# Mixed aviary



## canary20 (Jul 8, 2010)

I have a new mixed aviary containing Javas,Zebras & society finch,Roller canarys and diamond doves. Could they be any problems in my aviary with this choice?


----------



## poohdog (May 16, 2010)

The zebras will be disruptive,all mixed collections have problems with them.Cheeky little devils,but they breed too fast and will investigate and wreck other species nests.
Others to watch...Green Singers and Blue Headed parrot finches are forever fighting (Some don't but not many) and Cuban finches will fight other pairs and indeed attack other birds with yellow plumage.

Gouldians,Quail,Stars,Hecks,Bichenoes,Bourkes Parakeets,could be added to your collection with little problem.


----------



## Paul Dunham (Apr 1, 2010)

As with any mixed community of animals there will be problems from time to time. Varying from petty bickering to even killing each other. This is the price for having a community of different species living together. But on the whole if you pick social species which are known to thrive in a community then you will still successfully keep and breed many of them. 

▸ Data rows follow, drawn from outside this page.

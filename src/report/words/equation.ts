import { rounded, roundingFor, value, withUnit } from '../numbers.ts';
import type { RecordCoefficient, RecordModel } from '../record-type.ts';
import { type Lexicon, unitOf, variableNamed } from './lexicon.ts';
import { scaleKind } from './scale.ts';

/** The chosen model's equation, taken apart so that a page can set one summand to a line. */
export interface Equation {
  /** "fuel (L)", "log fuel". */
  readonly left: string;
  /** Each with its sign: "+", "−" or, first, "". `factor` is empty for the intercept. */
  readonly summands: readonly { readonly sign: string; readonly number: string; readonly factor: string }[];
  /** All of it on one line. */
  readonly text: string;
  /** How to read the marks in it; null where there are none. */
  readonly note: string | null;
}

export function equationOf(
  lexicon: Lexicon,
  model: RecordModel,
  coefficients: readonly RecordCoefficient[],
): Equation {
  const summands = model.columns.map((column, j) => {
    const coefficient = coefficients[j];
    const estimate = coefficient?.estimate ?? column.estimate;
    // One digit more than the tables, so that working the equation out by hand stays close.
    const rounding = roundingFor(estimate, (coefficient?.standard_error ?? 0) / 10);
    return {
      sign: estimate < 0 ? '−' : j === 0 ? '' : '+',
      number: rounded(Math.abs(estimate), rounding),
      factor: column.pieces.map((piece) => pieceText(lexicon, piece)).join(' × '),
    };
  });
  const left = leftSide(lexicon);
  const right = summands
    .map(({ sign, number, factor }, j) => {
      const body = factor === '' ? number : `${number} × ${factor}`;
      return j === 0 ? `${sign}${body}` : ` ${sign} ${body}`;
    })
    .join('');
  return { left, summands, text: `${left} = ${right}`, note: noteOn(right) };
}

function leftSide({ response }: Lexicon): string {
  const unit = response.unit ? ` (${response.unit})` : '';
  switch (scaleKind(response.scale)) {
    case 'natural':
      return response.variable + unit;
    case 'log':
      return `log ${response.variable}${unit}`;
    case 'sqrt':
      return `√${response.variable}${unit}`;
    case 'reciprocal':
      return `1/${response.variable}${unit}`;
    case 'box_cox':
      return `(${response.variable}^λ − 1)/λ${response.lambda === null ? '' : ` with λ = ${response.lambda}`}`;
  }
}

function pieceText(lexicon: Lexicon, piece: RecordModel['columns'][number]['pieces'][number]): string {
  const unit = unitOf(lexicon, piece.variable);
  const name = unit ? `${piece.variable} (${unit})` : piece.variable;
  switch (piece.kind) {
    case 'level':
      return `[${piece.variable} is ${piece.level}]`;
    case 'power':
      return unit
        ? `(${piece.variable} in ${unit})${exponent(piece.to ?? 1)}`
        : `${piece.variable}${exponent(piece.to ?? 1)}`;
    case 'bend': {
      const at = withUnit(value(piece.at ?? 0, 6), unit);
      return piece.side === 'below'
        ? `max(0, ${at} − ${piece.variable})`
        : `max(0, ${piece.variable} − ${at})`;
    }
    case 'spline':
      return `curve ${piece.index} of ${name}`;
    default:
      return flagText(lexicon, piece.variable) ?? name;
  }
}

/** "[urgent is yes]" for a flag, whose second level is coded 1; null for a number. */
function flagText(lexicon: Lexicon, name: string): string | null {
  const variable = variableNamed(lexicon, name);
  if (variable?.type !== 'flag') return null;
  return `[${name} is ${variable.levels?.[1]?.level ?? 'yes'}]`;
}

function exponent(to: number): string {
  if (!Number.isInteger(to)) return `^${to}`;
  return [...String(to)].map((c) => (c === '-' ? '⁻' : '⁰¹²³⁴⁵⁶⁷⁸⁹'[Number(c)]!)).join('');
}

function noteOn(right: string): string | null {
  const notes = [
    ...(right.includes('[') ? ['[…] is 1 where it holds and 0 elsewhere.'] : []),
    ...(right.includes('max(0, ') ? ['max(0, …) is 0 where the difference is negative.'] : []),
  ];
  return notes.length === 0 ? null : notes.join(' ');
}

You have to remember even with colonies of the same species this problem still occurs. The problem with breeding animals in captivity is that some years everything goes right and others years everything can go wrong. Usually what happens is something in between. Even so the mortality rate in captivity is far less than in the wild.


----------



## canary20 (Jul 8, 2010)

Thanks for the replies lads am thinking about keeping all finches together all canarys and so on do you think this would be a better option ?


----------



## Paul Dunham (Apr 1, 2010)

Most finches generally will live together with a few exceptions. Canaries are finches too remember? and are often kept with foreign finches and small species of doves and quail. When problems do occur it is best to remove the offending birds from your aviary for the sake of the other birds.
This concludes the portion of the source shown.